Monday’s haziness was a combination of smoke from the fires, dust and a jet stream that was concentrating the two in the Four Corners, said Erin Walter, a meteorologist with the National Weather Service.

“The force would be dust and smoke from fires in Arizona and they’re being transported by very strong winds,” Walter said.

Windy conditions and blowing dust and smoke led the Colorado Department of Public Health and Environment to institute an air quality advisory on Monday for La Plata and Archuleta counties.

The state public health agency recommended all individuals, especially those with heart or lung disease, older adults and children, reduce prolonged or heavy activity.

Monitors recorded moderate and unhealthy air quality Monday afternoon in Durango, said Megan Graham, spokeswoman for San Juan Basin Public Health.

AirNow, the federal air quality database, showed moderate air quality for PM10, PM2.5 and ozone, three common air pollutants, but by Monday evening the database upgraded the air quality in Durango to hazardous.

Graham recommended people stay indoors, close their windows and reduce their activity levels because of the heavy dust and smoke.

The haziness in Durango on Monday was yet another sign of an above-average start to the 2022 fire season.

As of Tuesday, 29,827 fires had burned nearly 2.7 million acres across the U.S., according to the National Interagency Fire Center. That outpaces any year in the last decade.

In 2017, wildfires consumed about 2.5 million acres over the same time. Last year, a peak of 27,324 fires chewed through 951,851 acres by June 14.

The National Interagency Fire Center reported seven new large fires and 40 active large fires Tuesday across Alaska, New Mexico, California, Arizona, Texas and Utah. Fires in the U.S. are actively burning nearly 1.2 million acres, according to the center.

While the wind transported smoke from Arizona, Durango and Southwest Colorado are themselves at increased fire risk.

The National Weather Service issued a red flag warning Monday until 11 p.m. A red flag warning was again in effect until 9 p.m. Tuesday.

Though the smoke in Durango was diluted compared with the air around Flagstaff, it still posed a risk to human health.

Wildfire smoke can travel more than 600 miles and, though often associated with industrial pollution sources like oil and power plants, studies have shown that the fine particulate matter in wildfire smoke is more toxic.
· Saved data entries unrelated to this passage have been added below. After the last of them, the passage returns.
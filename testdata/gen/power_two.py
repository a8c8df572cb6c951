#!/usr/bin/python3
"""Exact power of two-sample tests (Fisher, Barnard, pooled z) by enumeration.

Writes ../power_two.tsv. For each case (n1, n2, p1, p2, alpha, alternative,
test) every table (x1, x2) is decided by SciPy's own test (p < alpha
rejects): scipy.stats.fisher_exact, scipy.stats.barnard_exact (pooled),
or the pooled z statistic against scipy.stats.norm; the power is the sum of
binomial probabilities of the rejected tables. Also a Fisher sample-size
scan n1 = n2 = nlo..nhi with the first and stable n reaching the target.

Run: /usr/bin/python3 testdata/gen/power_two.py   (from the repo root)
"""
import datetime, math, os
import numpy as np
import scipy
from scipy.stats import barnard_exact, binom, fisher_exact, norm

CASES = [
    # name, test, n1, n2, p1, p2, alpha, alternative
    ("f2", "fisher", 30, 30, 0.2, 0.5, 0.05, "two-sided"),
    ("fg", "fisher", 25, 40, 0.6, 0.3, 0.05, "greater"),
    ("z2", "z", 40, 40, 0.3, 0.55, 0.05, "two-sided"),
    ("zl", "z", 30, 20, 0.2, 0.5, 0.05, "less"),
    ("b2", "barnard", 15, 15, 0.2, 0.7, 0.05, "two-sided"),
    ("bg", "barnard", 12, 18, 0.6, 0.2, 0.05, "greater"),
]
SCAN = ("scan", 0.2, 0.6, 0.05, 10, 40, 0.80)  # Fisher two-sided, n1 = n2


def pvalue(test, x1, n1, x2, n2, alt):
    table = [[x1, n1 - x1], [x2, n2 - x2]]
    if test == "fisher":
        return fisher_exact(table, alternative=alt)[1]
    if test == "barnard":
        # barnard_exact takes the two samples as the columns of the table
        cols = [[x1, x2], [n1 - x1, n2 - x2]]
        return barnard_exact(cols, alternative=alt, pooled=True, n=64).pvalue
    s, N = x1 + x2, n1 + n2
    if s == 0 or s == N:
        z = 0.0
    else:
        p = s / N
        z = (x1 / n1 - x2 / n2) / math.sqrt(p * (1 - p) * (1 / n1 + 1 / n2))
    if alt == "greater":
        return norm.sf(z)
    if alt == "less":
        return norm.cdf(z)
    return 2 * norm.sf(abs(z))


def power(test, n1, n2, p1, p2, alpha, alt):
    b1, b2 = binom.pmf(np.arange(n1 + 1), n1, p1), binom.pmf(np.arange(n2 + 1), n2, p2)
    tot = 0.0
    for x1 in range(n1 + 1):
        for x2 in range(n2 + 1):
            if pvalue(test, x1, n1, x2, n2, alt) < alpha:
                tot += b1[x1] * b2[x2]
    return tot


def main():
    here = os.path.dirname(os.path.abspath(__file__))
    lines = []
    for name, test, n1, n2, p1, p2, alpha, alt in CASES:
        pw = power(test, n1, n2, p1, p2, alpha, alt)
        lines.append(f"{name}\t{test}\t{n1}\t{n2}\t{p1}\t{p2}\t{alpha}\t{alt}\t{pw:.15g}")
    name, p1, p2, alpha, nlo, nhi, target = SCAN
    pws = []
    for n in range(nlo, nhi + 1):
        pw = power("fisher", n, n, p1, p2, alpha, "two-sided")
        pws.append(pw)
        lines.append(f"{name}\tfisher\t{n}\t{n}\t{p1}\t{p2}\t{alpha}\ttwo-sided\t{pw:.15g}")
    first = next(nlo + i for i, v in enumerate(pws) if v >= target)
    stable = max(nlo + i for i, v in enumerate(pws) if v < target) + 1
    with open(os.path.join(here, "..", "power_two.tsv"), "w") as fh:
        fh.write("# Exact power of two-sample tests by enumeration of all tables, each decided by SciPy's\n")
        fh.write("# fisher_exact, barnard_exact (pooled, n = 64) or the pooled z (reject when p < alpha).\n")
        fh.write("# Generator: /usr/bin/python3 testdata/gen/power_two.py\n")
        fh.write(f"# Tool: SciPy {scipy.__version__}, NumPy {np.__version__}; date {datetime.date.today()}\n")
        fh.write(f"# case scan\tp1={p1}\tp2={p2}\talpha={alpha}\tnlo={nlo}\tnhi={nhi}\ttarget={target}\tfirst={first}\tstable={stable}\n")
        fh.write("# columns: case\ttest\tn1\tn2\tp1\tp2\talpha\talternative\tpower\n")
        fh.write("\n".join(lines) + "\n")


if __name__ == "__main__":
    main()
Fine particulate matter (PM2.5) is a significant air pollutant in wildfire smoke, and it has been linked to cancers and heart and respiratory disease, according to the World Health Organization.
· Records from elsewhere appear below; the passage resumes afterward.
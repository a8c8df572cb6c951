#!/usr/bin/python3
"""Golden values of the hypergeometric distribution for binom.Hyper.

Writes testdata/hyper_golden.tsv: for population N, successes K, draws n
and a value x, the natural logs of P(X = x), P(X <= x) and P(X > x).

Method (independent of the Go code): for N <= 400 every probability is an
exact rational number (Python integers, math.comb) summed exactly and
converted to a logarithm with mpmath at 50 digits. For larger N the PMF is
exp(lgamma differences) in mpmath at 50 digits (50 digits leave about 35
after the cancellation of lgamma at N = 1e6), and a tail is the sum of the
terms outward from the point of the range nearest the mode, by the exact
ratio recurrence in 50-digit arithmetic, stopped when the geometric bound on
the remainder falls below 1e-45 of the partial sum.

Run from the repository root:  /usr/bin/python3 testdata/gen/hyper_golden.py
"""
import datetime
import math
from fractions import Fraction

import mpmath

mpmath.mp.dps = 50
EXACT_MAX = 400


def support(N, K, n):
    return max(0, n - (N - K)), min(n, K)


def mode(N, K, n):
    return (n + 1) * (K + 1) // (N + 2)


def log_exact_range(N, K, n, a, b):
    lo, hi = support(N, K, n)
    a, b = max(a, lo), min(b, hi)
    if a > b:
        return mpmath.mpf("-inf")
    s = sum(math.comb(K, x) * math.comb(N - K, n - x) for x in range(a, b + 1))
    f = Fraction(s, math.comb(N, n))
    return mpmath.log(mpmath.mpf(f.numerator)) - mpmath.log(mpmath.mpf(f.denominator))


def logpmf_mp(N, K, n, x):
    lg = mpmath.loggamma
    return (lg(K + 1) - lg(x + 1) - lg(K - x + 1) + lg(N - K + 1) - lg(n - x + 1)
            - lg(N - K - n + x + 1) - lg(N + 1) + lg(n + 1) + lg(N - n + 1))


def log_mp_range(N, K, n, a, b):
    lo, hi = support(N, K, n)
    a, b = max(a, lo), min(b, hi)
    if a > b:
        return mpmath.mpf("-inf")
    c = min(max(mode(N, K, n), a), b)
    l0 = logpmf_mp(N, K, n, c)
    tol = mpmath.mpf(10) ** -45
    s = mpmath.mpf(1)
    # downward from c
    t = mpmath.mpf(1)
    j = c
    while j > a:
        r = mpmath.mpf(j * (N - K - n + j)) / ((K - j + 1) * (n - j + 1))
        t *= r
        j -= 1
        s += t
        if r < 1 and t * r / (1 - r) < tol * s:
            break
    t = mpmath.mpf(1)
    j = c
    while j < b:
        r = mpmath.mpf((K - j) * (n - j)) / ((j + 1) * (N - K - n + j + 1))
        t *= r
        j += 1
        s += t
        if r < 1 and t * r / (1 - r) < tol * s:
            break
    return l0 + mpmath.log(s)


def values(N, K, n, x):
    lo, hi = support(N, K, n)
    rng = log_exact_range if N <= EXACT_MAX else log_mp_range
    return rng(N, K, n, x, x), rng(N, K, n, lo, x), rng(N, K, n, x + 1, hi)


def xs_for(N, K, n):
    lo, hi = support(N, K, n)
    if hi - lo <= 40:
        return list(range(lo - 1, hi + 2))
    m = mode(N, K, n)
    mean = n * K / N
    var = n * K * (N - K) * (N - n) / (N * N * (N - 1))
    sd = math.sqrt(var)
    pts = {lo - 1, lo, lo + 1, lo + 2, hi - 2, hi - 1, hi, hi + 1, m - 1, m, m + 1}
    for z in (0.5, 1, 2, 3, 5, 8, 12, 20, 30, 45, 70):
        pts.add(int(round(mean + z * sd)))
        pts.add(int(round(mean - z * sd)))
    for f in (0.01, 0.1, 0.25, 0.5, 0.75, 0.9, 0.99):
        pts.add(lo + int(f * (hi - lo)))
    return sorted(x for x in pts if lo - 1 <= x <= hi + 1)


def params():
    out = set()
    for N in (0, 1, 2, 3, 4, 5, 7, 10, 20, 37, 50, 100, 400, 1000, 10000, 100000, 1000000):
        fr = (0, 1, 2, N // 100, N // 10, N // 3, N // 2, N - N // 3, N - 1, N)
        for K in fr:
            for n in fr:
                if 0 <= K <= N and 0 <= n <= N:
                    out.add((N, K, n))
    # Asymmetric and tea-tasting style tables.
    out.update({(8, 4, 4), (30, 19, 15), (1000000, 3, 500000), (1000000, 999990, 17),
                (1000000, 250000, 10000), (123457, 61728, 40000)})
    return sorted(out)


def fmt(v):
    if v == mpmath.mpf("-inf"):
        return "-Inf"
    if v == 0:
        return "0"
    return mpmath.nstr(v, 22, min_fixed=1, max_fixed=0)


def main():
    lines = []
    ps = params()
    for N, K, n in ps:
        # keep the large-N set moderate in size
        xs = xs_for(N, K, n)
        for x in xs:
            lp, lc, ls = values(N, K, n, x)
            lines.append(f"{N}\t{K}\t{n}\t{x}\t{fmt(lp)}\t{fmt(lc)}\t{fmt(ls)}")
    with open("testdata/hyper_golden.tsv", "w") as f:
        f.write("# Hypergeometric log PMF, log CDF ln P(X <= x) and log survival ln P(X > x).\n")
        f.write("# Columns: N (total) K (successes) n (draws) x logpmf logcdf logsf; -Inf where 0.\n")
        f.write(f"# Exact rational sums for N <= {EXACT_MAX}; 50-digit mpmath sums beyond (see generator).\n")
        f.write("# Generator: /usr/bin/python3 testdata/gen/hyper_golden.py\n")
        f.write(f"# Tool: mpmath {mpmath.__version__} at {mpmath.mp.dps} digits; date {datetime.date.today()}\n")
        for line in lines:
            f.write(line + "\n")
    print(len(lines), "rows")


if __name__ == "__main__":
    main()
PM2.5 stands for particular matter 2.5 and denotes the size of the particulates in the air pollution. At 2.5 microns or less in diameter, PM2.5 is approximately 1/25 the width of a human hair.

A September 2021 study published in The Lancet Planetary Health, a peer-reviewed journal, found that exposure to PM2.5 pollution from wildfires increased a person’s risk of death.

Another study published in Environmental Health Perspectives in 2012 estimated 339,000 people die annually across the globe because of exposure to wildfires.

The smoke and dust Monday lasted through the evening before relaxing overnight. After a milder day Tuesday, winds will again pick up on Wednesday, Walter said.

“(The wind) is more so from the west and maybe even northwest by the afternoon, which should help improve the air quality,” she said. “... It does look like it will at least divert that smoke away from the Four Corners.”